The recently announced Asia’s 50 Best list selected 16 hotel restaurants as among Asia’s best. Despite losing three spots since last year, hotel dining in Asia still commands a status among both locals and travelers that perhaps is less common in the international scene.
In comparison, last year’s World’s 50 Best had only a small handful of hotel restaurants on the list. This got me thinking about the particular role hotel dining has played in Asia and how it can better meet the needs of today’s market.
It’s no secret that hotel dining in Asia is synonymous with high quality, hygiene and international standards of service. Hotel restaurants can also offer a safe taste of local cuisine for traveling guests. But is the reliable hotel menu now too safe for the taste buds of the sophisticated jetsetter?
Today, more travelers are seeking out authentic Asian cuisine while locals are finding more options for the exclusivity world-class hotels provide. I often find high-end hotel restaurants serving dishes like beef phó or tom yum goong that are tasteless when compared with the street-stall version a few minutes down the road. “Local food” in a hotel rarely seems “local” enough. Hotel restaurants therefore face a new challenge: they must achieve authenticity for the local palate and a level of creativity and service at the height of international standards.

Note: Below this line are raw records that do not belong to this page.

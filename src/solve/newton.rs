//! Damped Newton iteration for the CSTR steady state, with pseudo-transient continuation and
//! continuation in the volume as fallbacks.
//!
//! Residual G(F) = F_0 − F + V f(F), where f is the reactor's right-hand side
//! Σ_i ν_ij r_i(C(F)); ∂G/∂F = −I + V ∂f/∂F from the analytic rate gradients.
//!
//! **Unknowns: the extents.** The iteration moves the outlet along the reactions only,
//! F = F_0 + Σ_i ν_i ξ_i (ξ_i in mol/s, scaled by the feed), so every iterate closes the element
//! and stoichiometric balances exactly, however large V k is: with V k/v0 = 1e300 the
//! outlet of A → B is F_A = F_A0/(1 + kτ) ~ 1e-300 mol/s, which no additive update of F_A and
//! F_B separately can reach without losing F_B to cancellation. Each step solves the
//! least-squares problem (−I + V ∂f/∂F) N^T Δξ = −G by SVD with the columns scaled to unit
//! length (dependent reactions give a minimum-norm step), keeps F ≥ 0 by a
//! fraction-to-the-boundary rule, and halves the step until ‖G‖ falls (Armijo backtracking;
//! Nocedal & Wright, Numerical Optimization, ch. 3 and 11, from memory). It stops when ‖G‖∞ ≤ tol
//! or when the full step changes no flow by more than tol + 1e-12 |F_j| (the step is the
//! distance to the solution to first order).
//!
//! When Newton from the feed fails, the transient CSTR is integrated from the feed towards its
//! steady state with the BDF solver (pseudo-transient continuation: dF/dθ = G(F), θ in
//! residence times for a liquid; Kelley & Keyes, SIAM J. Numer. Anal. 35, 1998, from memory)
//! and Newton is restarted from where it ends; when that fails too, the volume is raised from
//! a small fraction of V, each solution starting the next (natural-parameter continuation,
//! common practice).

use super::ode::{self, LinearAlgebra, OdeOptions, OdeSystem, Output};
use crate::model::Network;
use crate::reactor::Balance;
use nalgebra::{DMatrix, DVector};

/// What the iteration did.
#[derive(Debug, Clone, Default)]
pub struct NewtonStats {
    pub iterations: usize,
    pub continuation_stages: usize,
    /// Pseudo-transient continuation used (the BDF integration of the transient CSTR).
    pub pseudo_transient: bool,
    /// ‖G‖∞ at the solution, mol/s.
    pub residual: f64,
}

#[derive(Debug, Clone, PartialEq, thiserror::Error)]
pub enum NewtonError {
    #[error(
        "the rates are not finite at the trial flows (species or reaction rates overflow); check units and rate constants"
    )]
    NonFinite,
    #[error(
        "the Newton iteration for the CSTR steady state did not converge (‖G‖∞ = {residual:.3e} mol/s at V = {volume:.6e} m3 after {iterations} iterations and {stages} continuation stages); try a different volume, check the rate constants' units, or look for multiple steady states"
    )]
    NoConvergence {
        residual: f64,
        volume: f64,
        iterations: usize,
        stages: usize,
    },
    #[error(
        "the steady-state Jacobian is singular at V = {volume:.6e} m3 (a turning point or an unreactive species' balance); try a slightly different volume"
    )]
    Singular { volume: f64 },
}

const MAX_ITER: usize = 80;
const MAX_STAGES: usize = 200;

/// One CSTR's steady-state equations in extent form: the feed, the balance and the reactions'
/// net coefficients ν_i (columns of N^T).
pub struct Extents<'a> {
    pub balance: &'a Balance,
    pub feed: &'a [f64],
    nu: Vec<Vec<(usize, f64)>>,
}

impl<'a> Extents<'a> {
    pub fn new(net: &'a Network, balance: &'a Balance) -> Extents<'a> {
        Extents {
            balance,
            feed: &net.feed.amounts,
            nu: net.reactions.iter().map(|r| r.net.clone()).collect(),
        }
    }

    /// Number of reactions (unknowns).
    pub fn len(&self) -> usize {
        self.nu.len()
    }

    pub fn is_empty(&self) -> bool {
        self.nu.is_empty()
    }

    /// F = F_0 + N^T ξ.
    pub fn flows(&self, xi: &[f64], f: &mut [f64]) {
        f.copy_from_slice(self.feed);
        for (i, nu) in self.nu.iter().enumerate() {
            for &(j, v) in nu {
                f[j] += v * xi[i];
            }
        }
    }

    /// N^T d for an extent change d.
    fn flow_change(&self, d: &[f64], out: &mut [f64]) {
        out.iter_mut().for_each(|x| *x = 0.0);
        for (i, nu) in self.nu.iter().enumerate() {
            for &(j, v) in nu {
                out[j] += v * d[i];
            }
        }
    }

    /// Extents that give flows F (least squares in N^T ξ = F − F_0; exact when F was reached
    /// by the reactions).
    pub fn extents_of(&self, f: &[f64]) -> Vec<f64> {
        let n = f.len();
        let r = self.nu.len();
        let mut m = DMatrix::<f64>::zeros(n, r);
        for (i, nu) in self.nu.iter().enumerate() {
            for &(j, v) in nu {
                m[(j, i)] = v;
            }
        }
        let rhs = DVector::from_iterator(n, (0..n).map(|j| f[j] - self.feed[j]));
        let svd = m.svd(true, true);
        let eps = 1e-12 * svd.singular_values.max();
        match svd.solve(&rhs, eps) {
            Ok(x) if x.iter().all(|v| v.is_finite()) => x.iter().copied().collect(),
            _ => vec![0.0; r],
        }
    }
}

Made In China at the Grand Hyatt in Beijing is home to what many Chinese locals affirm is among the capital’s best “Peking duck” sets.
Lung King Heen at the Four Seasons in Hong Kong, the first Chinese restaurant to receive a 3-star Michelin rating, serves dim sum as extraordinary as its views of Victoria Harbour.
And more recently, Shang Xi restaurant at the Four Seasons Pudong, Shanghai was named Best Chinese Restaurant by Forbes Travel Guide.
What makes such hotel restaurants great is that they provide an experience diners only find there. A century ago, the Singapore Sling was a cocktail only found at the Raffles while the Waldorf Salad was taking root on the other side of our planet.
These are restaurants tourists will travel from other hotels to visit. They give their chefs opportunity to craft dishes that astound local palates rather than assuage international ones.
Fortunately, I am seeing more hotels looking beyond what international luxury is supposed to mean and discovering new possibilities for their dining. While the DNA of the hotel brand must not be lost, it is increasingly important to inject a unique local personality. Whether this means celebrity chefs, authentic local dishes or just extraordinary design, hotels must bring forth their own unique character. In my opinion, a great hotel restaurant should be more than a convenience for guests. It should itself be a destination.
How do you think hotel dining should evolve to meet the needs of both jetsetters and foodies? Should hotel F&B deliver a luxurious environment for reliable fine dining, or should it offer a window into authentic local delicacies for those with more intrepid palates?